What is valuable, is to understand how much the ideas and experiences that underlie mental health (not the illness itself but the ideas and reactions to them that can lead to mental health issues), are natural, universal and are how you are ‘meant’ to feel. It’s the problems people have coming to terms with their own ‘normal’ experiences (the fact that you have behaved in a weak, cowardly, insincere, dishonest, spiteful or maybe downright vicious manner, for example) that causes trouble. So, anxiety disorders are effectively anxiety about feeling anxious, OCD is an attempt to ward off frightening ideas in your own head and depression is an exaggerated feeling of worthlessness in reaction to the unpleasant and difficult ideas and emotions people find inside themselves. Everybody thinks and does shitty things from time to time. It’s OK, you can do better.

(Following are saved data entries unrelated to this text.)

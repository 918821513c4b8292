import fc from 'fast-check';
import { describe, expect, it } from 'vitest';
import type { GainModule } from '../../extension/core/physics/gain-module.ts';
import type { Outcome } from '../../extension/core/physics/predict.ts';
import { designs, withoutHoldOff } from './designs.ts';
import { apart, moduleWith, outcomeOf } from './modules.ts';

const options = { numRuns: 150, seed: 5 };

function scaled(module: GainModule, k: number): GainModule {
  const beam = <B extends { readonly radius: number }>(one: B): B => ({ ...one, radius: k * one.radius });
  return moduleWith(
    {
      pump: { beam: beam(module.pump.beam), power: k ** 2 * module.pump.power },
      resonator: { beam: beam(module.resonator.beam) },
    },
    module,
  );
}

/** Every number anywhere in the figures, with its path. */
function numbersIn(value: unknown, path = ''): [string, number][] {
  if (typeof value === 'number') return [[path, value]];
  if (typeof value !== 'object' || value === null) return [];
  return Object.entries(value).flatMap(([key, inner]) => numbersIn(inner, `${path}.${key}`));
}

function expectFinite({ figures, holdOffMargin, train }: Outcome) {
  const numbers = numbersIn({ figures, ...(holdOffMargin !== undefined && { holdOffMargin }), work: train.work });
  const broken = numbers.filter(([, number]) => !Number.isFinite(number));
  expect(broken).toEqual([]);
  const waveform = train.settled?.waveform(50);
  if (waveform) expect(numbersIn(waveform).filter(([, number]) => !Number.isFinite(number))).toEqual([]);
}

describe('what holds for every design', () => {
  it('energy is no more than what is stored, and agrees with its peak and widths', () => {
    fc.assert(
      fc.property(designs, (module) => {
        const { figures } = outcomeOf(module);
        const { pulse, state } = figures;
        expect(pulse!.energy_J).toBeLessThan(state.stored_energy_J!);
        expect(state.extraction_efficiency!).toBeLessThan(1);
        expect(apart(pulse!.width_equivalent_s * pulse!.peak_power_W, pulse!.energy_J)).toBeLessThan(1e-12);
        // A giant pulse is fuller than its half width at the peak, and never longer than 1.5 such widths.
        expect(pulse!.width_equivalent_s / pulse!.width_fwhm_s).toBeGreaterThan(1);
        expect(pulse!.width_equivalent_s / pulse!.width_fwhm_s).toBeLessThan(1.5);
        expect(apart(state.inversion_ratio! * state.round_trip_loss_log, state.round_trip_gain_log!)).toBeLessThan(
          1e-12,
        );
      }),
      options,
    );
  });

  it('k times wider beams under k² times the power: k² times the energy in the same time', () => {
    fc.assert(
      fc.property(designs, fc.double({ min: 1, max: 20, noNaN: true }), (module, k) => {
        const small = outcomeOf(module).figures;
        const large = outcomeOf(scaled(module, k)).figures;
        expect(apart(large.pulse!.energy_J, k ** 2 * small.pulse!.energy_J)).toBeLessThan(1e-7);
        expect(apart(large.pulse!.peak_power_W, k ** 2 * small.pulse!.peak_power_W)).toBeLessThan(1e-7);
        expect(apart(large.pulse!.width_fwhm_s, small.pulse!.width_fwhm_s)).toBeLessThan(1e-7);
        expect(apart(large.state.inversion_ratio!, small.state.inversion_ratio!)).toBeLessThan(1e-9);
      }),
      options,
    );
  });

  it('a longer round trip stretches the pulse and leaves its energy', () => {
    fc.assert(
      fc.property(designs, (module) => {
        const short = outcomeOf(module).figures.pulse!;
        const path = 0.18 + 0.835 * 0.06;
        const stretched = moduleWith({ qSwitch: { extraOpticalPath: path } }, module);
        const long = outcomeOf(stretched).figures.pulse!;
        expect(apart(long.energy_J, short.energy_J)).toBeLessThan(1e-12);
        expect(apart(long.width_fwhm_s, 2 * short.width_fwhm_s)).toBeLessThan(1e-9);
        expect(apart(long.peak_power_W, short.peak_power_W / 2)).toBeLessThan(1e-9);
        expect(apart(long.build_up_time_s!, 2 * short.build_up_time_s!)).toBeLessThan(1e-9);
      }),
      options,
    );
  });

  it('more pump, more energy and peak, less delay', () => {
    const more = fc.double({ min: 1.001, max: 1.5, noNaN: true });
    fc.assert(
      fc.property(designs, more, (module, factor) => {
        const weaker = withoutHoldOff(module);
        const less = outcomeOf(weaker).figures.pulse!;
        const most = outcomeOf(moduleWith({ pump: { power: factor * module.pump.power } }, weaker)).figures.pulse!;
        expect(most.energy_J).toBeGreaterThan(less.energy_J);
        expect(most.peak_power_W).toBeGreaterThan(less.peak_power_W);
        expect(most.build_up_time_s!).toBeLessThan(less.build_up_time_s!);
      }),
      options,
    );
  });
});

describe('no figure is ever NaN or infinite', () => {
  const wild = fc.record({
    power: fc.oneof(fc.constant(0), fc.double({ min: 1e-6, max: 1e6, noNaN: true })),
    rate: fc.double({ min: 0.1, max: 2e5, noNaN: true }),
    openingTime: fc.constantFrom(0, 1e-12, 5e-9, 2e-7, 1e-5),
    closedLoss: fc.constantFrom(undefined, 1e-3, 0.5, 0.995, 1 - 1e-12),
    kind: fc.constantFrom('pulsed' as const, 'continuous' as const),
    lifetime: fc.double({ min: 1e-6, max: 2e-2, noNaN: true }),
    lower: fc.constantFrom(undefined, 2e-10, 2e-8, 1e-5),
  });

  it('whatever the pump, rate, switch and lifetimes', () => {
    fc.assert(
      fc.property(designs, wild, (base, w) => {
        const module = moduleWith(
          {
            medium: {
              upperLevelLifetime: w.lifetime,
              ...(w.lower !== undefined && { lowerLevelLifetime: w.lower, lowerLevelWeight: 0.47 }),
            },
            pump: { kind: w.kind, power: w.power },
            qSwitch: {
              repetitionRate: w.rate,
              openingTime: w.openingTime,
              opensAt: w.kind === 'continuous' ? 1 / w.rate : 200e-6,
              gate: 0.5 / w.rate,
              ...(w.closedLoss !== undefined && { closedLoss: w.closedLoss }),
            },
          },
          base,
        );
        expectFinite(outcomeOf(module));
      }),
      { numRuns: 150, seed: 6 },
    );
  });
});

Less stigma about mental illness isn’t really the priority – people should be motivated to avoid mental illness,[v] it is miserable, people should try very hard to keep things together – what is needed more is better understanding of other people’s predicaments, a better sense of shared experience. There shouldn’t be any stigma about the ideas to do with the self that underlie mental health but succumbing to those ideas to the point that you can’t function properly because you’re so overwhelmed with anxiety, aggression and self-hatred, obviously isn’t a good thing. Removing stigma around those universal ideas about the self, making it easier for people to recognise them in themselves and other people, is a good way of helping people to avoid succumbing to them.
∞
Mental health is being able to deal with not getting what you want from other people. Mental illness is people hating themselves because they can’t get on (in their heads) with other people. Perspective is better ideas about other people. The thing that hurts people is the idea that there’s something special (worse) about them. For these purposes all the focus on the individual, difference and divergence isn’t helpful: exceptionalism is the disease.
And none of this requires anything very new, it’s what people are already doing: comparing themselves, measuring themselves against other people, wanting to be better but most are doing it with an idea that they’re uniquely awful, worse than other people. This is about recognising that that idea is something that people have in common: in an epidemic of loneliness, it’s about recognising something absolutely fundamental about shared experience, about community, about connection.
What’s needed is more looking outwards at other people and looking for what you should expect to find, which are the same things you find in yourself, including the things you dislike most about yourself. Thinking about other people - the new self-care.
[i] https://jonathancoppin.substack.com/p/the-great-secret-shame-game?utm_source=profile&utm_medium=reader2
[v] Which isn’t to argue for stigma but the explosion in mental health issues doesn’t need to be bolstered by associations with celebrity, glamour, or victimhood or conflating it with appealing notions of legitimate divergent experience.